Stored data
------------------------------------------------------------------------
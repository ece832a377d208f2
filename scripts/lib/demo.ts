/**
 * The demo scenario on top of a running stack: seed the invented hospital's monitors, give each
 * an API key and start the bedside simulator. Filled in as the devices and simulator land.
 */
import type { RunningStack } from './stack';

export async function startDemo(_stack: RunningStack, _spoolDir: string, log: (m: string) => void): Promise<{ stop(): Promise<void> } | undefined> {
  log('ebbgate: demo simulator not wired yet');
  return undefined;
}
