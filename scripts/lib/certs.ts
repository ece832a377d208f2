/**
 * Demo certificates for MLLP over TLS: a private demo CA, the gateway's server certificate
 * (SAN 127.0.0.1, ::1, localhost) and one client certificate per simulated adapter, made with
 * Debian's openssl (EC P-256, SHA-256). Created once under `.data/certs` (never committed) and
 * reused; a missing file is made again. For demos and tests only: a hospital uses its own PKI.
 */
import { execFileSync } from 'node:child_process';
import { X509Certificate } from 'node:crypto';
import { existsSync, mkdirSync, readFileSync, writeFileSync } from 'node:fs';
import path from 'node:path';

export interface ClientCertificate {
  name: string;
  certFile: string;
  keyFile: string;
  /** SHA-256 of the DER certificate, upper-case hex without colons (what the gateway registers). */
  fingerprint: string;
  subject: string;
}

export interface DemoCertificates {
  dir: string;
  caFile: string;
  certFile: string;
  keyFile: string;
  clients: ClientCertificate[];
}

const openssl = (args: string[], cwd: string) => execFileSync('openssl', args, { cwd, stdio: ['ignore', 'ignore', 'pipe'] });

export function fingerprintOf(certFile: string): string {
  return new X509Certificate(readFileSync(certFile)).fingerprint256.replace(/:/g, '').toUpperCase();
}

function issue(dir: string, name: string, subject: string, ext: string, days: number): void {
  const key = `${name}.key`;
  if (existsSync(path.join(dir, `${name}.crt`)) && existsSync(path.join(dir, key))) return;
  openssl(['ecparam', '-name', 'prime256v1', '-genkey', '-noout', '-out', key], dir);
  openssl(['req', '-new', '-key', key, '-subj', subject, '-out', `${name}.csr`], dir);
  writeFileSync(path.join(dir, `${name}.ext`), ext);
  openssl(
    [
      'x509',
      '-req',
      '-in',
      `${name}.csr`,
      '-CA',
      'ca.crt',
      '-CAkey',
      'ca.key',
      '-CAcreateserial',
      '-days',
      String(days),
      '-sha256',
      '-extfile',
      `${name}.ext`,
      '-out',
      `${name}.crt`,
    ],
    dir,
  );
}

/** Makes (or reuses) the demo CA, the gateway certificate and a client certificate for each name. */
export function ensureDemoCertificates(dir: string, clientNames: string[], days = 825): DemoCertificates {
  mkdirSync(dir, { recursive: true, mode: 0o700 });
  if (!existsSync(path.join(dir, 'ca.crt')) || !existsSync(path.join(dir, 'ca.key'))) {
    openssl(['ecparam', '-name', 'prime256v1', '-genkey', '-noout', '-out', 'ca.key'], dir);
    openssl(
      [
        'req',
        '-x509',
        '-new',
        '-key',
        'ca.key',
        '-sha256',
        '-days',
        String(days),
        '-subj',
        '/O=Harrowmere General (demo)/CN=Ebbgate demo CA',
        '-addext',
        'basicConstraints=critical,CA:TRUE',
        '-addext',
        'keyUsage=critical,keyCertSign,cRLSign',
        '-out',
        'ca.crt',
      ],
      dir,
    );
  }
  issue(
    dir,
    'gateway',
    '/O=Harrowmere General (demo)/CN=ebbgate-gateway',
    'basicConstraints=CA:FALSE\nkeyUsage=critical,digitalSignature\nextendedKeyUsage=serverAuth\nsubjectAltName=IP:127.0.0.1,IP:::1,DNS:localhost\n',
    days,
  );
  const clients = clientNames.map((name) => {
    if (!/^[a-z0-9][a-z0-9-]{0,62}$/.test(name)) throw new Error(`client certificate name "${name}": lower-case letters, digits and dashes only`);
    issue(
      dir,
      `client-${name}`,
      `/O=Harrowmere General (demo)/CN=${name}`,
      'basicConstraints=CA:FALSE\nkeyUsage=critical,digitalSignature\nextendedKeyUsage=clientAuth\n',
      days,
    );
    const certFile = path.join(dir, `client-${name}.crt`);
    return {
      name,
      certFile,
      keyFile: path.join(dir, `client-${name}.key`),
      fingerprint: fingerprintOf(certFile),
      subject: new X509Certificate(readFileSync(certFile)).subject.replace(/\n/g, ','),
    };
  });
  return { dir, caFile: path.join(dir, 'ca.crt'), certFile: path.join(dir, 'gateway.crt'), keyFile: path.join(dir, 'gateway.key'), clients };
}

/** The gateway's `mllp.tls` file settings for a set of demo certificates. */
export const tlsFiles = (c: DemoCertificates) => ({ certFile: c.certFile, keyFile: c.keyFile, caFile: c.caFile });
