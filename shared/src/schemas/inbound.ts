import { z } from 'zod';
import { isoDateTime, pageQuerySchema } from './common';
import { transportSchema } from './devices';

/** What became of an inbound message. Every message is kept with one of these. */
export const inboundOutcomeSchema = z.enum(['accepted', 'duplicate', 'rejected', 'quarantined', 'reprocessed', 'discarded']);
export type InboundOutcome = z.infer<typeof inboundOutcomeSchema>;

/** Continuity of a batch with the monitor's previous one. */
export const continuitySchema = z.enum(['first', 'contiguous', 'gap', 'overlap']);
export type Continuity = z.infer<typeof continuitySchema>;

export const inboundMessageSchema = z.object({
  id: z.string(),
  receivedAt: z.string(),
  transport: transportSchema,
  outcome: inboundOutcomeSchema,
  reason: z.string().nullable(),
  monitorIdentifier: z.string().nullable(),
  batchId: z.string().nullable(),
  sizeBytes: z.number().int(),
  continuity: continuitySchema.nullable(),
  /** Gap (positive) or overlap (negative) with the previous batch, ms. */
  continuityMs: z.number().nullable(),
});
export type InboundMessage = z.infer<typeof inboundMessageSchema>;

export const inboundMessageDetailSchema = inboundMessageSchema.extend({
  /** The message as received (UTF-8 text; HL7 segments separated by \r). */
  raw: z.string(),
  rawTruncated: z.boolean(),
  handledAt: z.string().nullable(),
  handledBy: z.string().nullable(),
});
export type InboundMessageDetail = z.infer<typeof inboundMessageDetailSchema>;

export const inboundQuerySchema = pageQuerySchema.extend({
  transport: transportSchema.optional(),
  outcome: inboundOutcomeSchema.optional(),
  monitor: z.string().max(64).optional(),
  from: isoDateTime.optional(),
  to: isoDateTime.optional(),
});
export type InboundQuery = z.infer<typeof inboundQuerySchema>;

export const discardInboundSchema = z.object({ reason: z.string().trim().min(1).max(500) });

export const reprocessResultSchema = z.object({
  message: inboundMessageSchema,
  /** The outcome of this attempt ('reprocessed', 'duplicate' or still 'quarantined'). */
  result: inboundOutcomeSchema,
  reason: z.string().nullable(),
});

/** Answer of POST /ingest/batches (202 new, 200 repeat). */
export const ingestReceiptSchema = z.object({
  inboundMessageId: z.string(),
  batchId: z.string(),
  outcome: z.enum(['accepted', 'duplicate']),
  continuity: continuitySchema.nullable(),
  continuityMs: z.number().nullable(),
  channels: z.array(z.object({ code: z.string(), role: z.string(), sampleRate: z.number(), samples: z.number().int() })),
});
export type IngestReceipt = z.infer<typeof ingestReceiptSchema>;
------------------------------------------------------------------------
=== What is being asked ===
Begin at the first line of the records above and quote every line verbatim through the one that contains "(never committed) and".

=== Reply ===
repository ece832a377d208f2
filename scripts/lib/demo.ts
/**
 * The demo scenario on top of a running stack: seed the invented hospital's monitors, give each
 * an API key and start the bedside simulator. Filled in as the devices and simulator land.
 */
import type { RunningStack } from './stack';

export async function startDemo(_stack: RunningStack, _spoolDir: string, log: (m: string) => void): Promise<{ stop(): Promise<void> } | undefined> {
  log('ebbgate: demo simulator not wired yet');
  return undefined;
}
filename scripts/lib/certs.ts
repository ece832a377d208f2
/**
 * Demo certificates for MLLP over TLS: a private demo CA, the gateway's server certificate
 * (SAN 127.0.0.1, ::1, localhost) and one client certificate per simulated adapter, made with
 * Debian's openssl (EC P-256, SHA-256). Created once under `.data/certs` (never committed) and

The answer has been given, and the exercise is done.